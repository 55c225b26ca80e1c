//! Terminal tables (comfy-table). Plain text, no colour codes, so output is
//! the same on a terminal, in a pipe, and under NO_COLOR.

use crate::calendar::Tier;
use crate::cmd::check::CheckReport;
use comfy_table::{Cell, CellAlignment, ContentArrangement, ContentLineStyle, LineStyle, Table, TableStyle};
use std::fmt::Write;

/// House look: a rule under the header, columns two spaces apart.
const STYLE: TableStyle = TableStyle::new()
    .header_separator(LineStyle::new('─', '─', '─', '─'))
    .header_lines(ContentLineStyle::new(' ', ' ', ' '))
    .content_lines(ContentLineStyle::new(' ', ' ', ' '));

/// A table in the house look.
pub fn new_table(header: &[&str]) -> Table {
    let mut t = Table::new();
    t.load_style(STYLE)
        .set_content_arrangement(ContentArrangement::Dynamic)
        .set_width(100)
        .set_header(header.iter().map(|h| Cell::new(h)));
    t
}

/// A right-aligned cell.
pub fn num(s: impl ToString) -> Cell {
    Cell::new(s.to_string()).set_alignment(CellAlignment::Right)
}

pub fn check(r: &CheckReport) -> String {
    let mut out = String::new();
    if let Some(t) = &r.trades {
        let i = &t.import;
        let _ = writeln!(out, "Trades: {} file(s)", i.files.len());
        let _ = writeln!(out, "  rows read {}, imported {}, rejected {}", i.rows_read, i.rows_imported, i.rows_rejected);
        if let (Some(u), Some(z)) = (&t.span_utc, &t.span_input_zone) {
            let _ = writeln!(out, "  span (UTC)        {} → {}", u[0], u[1]);
            let _ = writeln!(out, "  span ({})  {} → {}", t.input_zone, z[0], z[1]);
        }
        if t.runs > 0 {
            let _ = writeln!(out, "  parameter sets (runs): {}", t.runs);
        }
        let mut tab = new_table(&["instrument", "trades", "currencies", "from"]);
        for l in &t.instruments {
            let c = &l.currencies;
            tab.add_row(vec![
                Cell::new(&c.instrument),
                num(l.trades),
                Cell::new(if c.currencies.is_empty() { "—".to_string() } else { c.currencies.join(" ") }),
                Cell::new(format!("{:?}", c.source).to_lowercase()),
            ]);
        }
        let _ = writeln!(out, "{tab}");
        rejections(&mut out, &i.rejected_by_reason, i.rejections.iter().map(|r| format!("{} row {}: {}: {}", r.file, r.row, r.field, r.message)));
    }
    if let Some(c) = &r.calendar {
        let i = &c.import;
        let _ = writeln!(out, "\nCalendar: {} file(s)", i.files.len());
        let _ = writeln!(
            out,
            "  rows/events read {}, releases {} ({} from recurrence), duplicates merged {}, rejected {}",
            i.rows_read, i.releases, i.recurrences_expanded, i.duplicates_merged, i.rows_rejected
        );
        if let Some(s) = &c.span_utc {
            let _ = writeln!(out, "  span (UTC)  {} → {}", s[0], s[1]);
        }
        let mut tab = new_table(&["currency", "high", "medium", "low", "total"]);
        for (cur, tiers) in &c.releases_by_currency {
            let g = |t| tiers.get(&t).copied().unwrap_or(0);
            tab.add_row(vec![Cell::new(cur), num(g(Tier::High)), num(g(Tier::Medium)), num(g(Tier::Low)), num(tiers.values().sum::<usize>())]);
        }
        let _ = writeln!(out, "{tab}");
        if c.all_day_releases > 0 {
            let _ = writeln!(out, "  {} all-day release(s): ignored by analyses unless --all-day is given", c.all_day_releases);
        }
        rejections(&mut out, &i.rejected_by_reason, i.rejections.iter().map(|r| format!("{} row {}: {}: {}", r.file, r.row, r.field, r.message)));
    }
    for p in &r.problems {
        let _ = writeln!(out, "\nProblem: {p}");
    }
    let _ = writeln!(out, "\n{}", r.caution);
    out
}

fn rejections(out: &mut String, by_reason: &std::collections::BTreeMap<String, usize>, lines: impl Iterator<Item = String>) {
    if by_reason.is_empty() {
        return;
    }
    let _ = writeln!(out, "  rejected rows by reason:");
    for (reason, n) in by_reason {
        let _ = writeln!(out, "    {reason:<24} {n}");
    }
    let _ = writeln!(out, "  first rejected rows:");
    for l in lines.take(20) {
        let _ = writeln!(out, "    {l}");
    }
}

* What is being asked *
The lines above from the one containing "i.rows_read, i.rows_imported, i.rows_rejected);" through the one containing "if t.runs >" are to be set down exactly, and no others.

* Task result *
        let _ = writeln!(out, "  rows read {}, imported {}, rejected {}", i.rows_read, i.rows_imported, i.rows_rejected);
        if let (Some(u), Some(z)) = (&t.span_utc, &t.span_input_zone) {
            let _ = writeln!(out, "  span (UTC)        {} → {}", u[0], u[1]);
            let _ = writeln!(out, "  span ({})  {} → {}", t.input_zone, z[0], z[1]);
        }
        if t.runs > 0 {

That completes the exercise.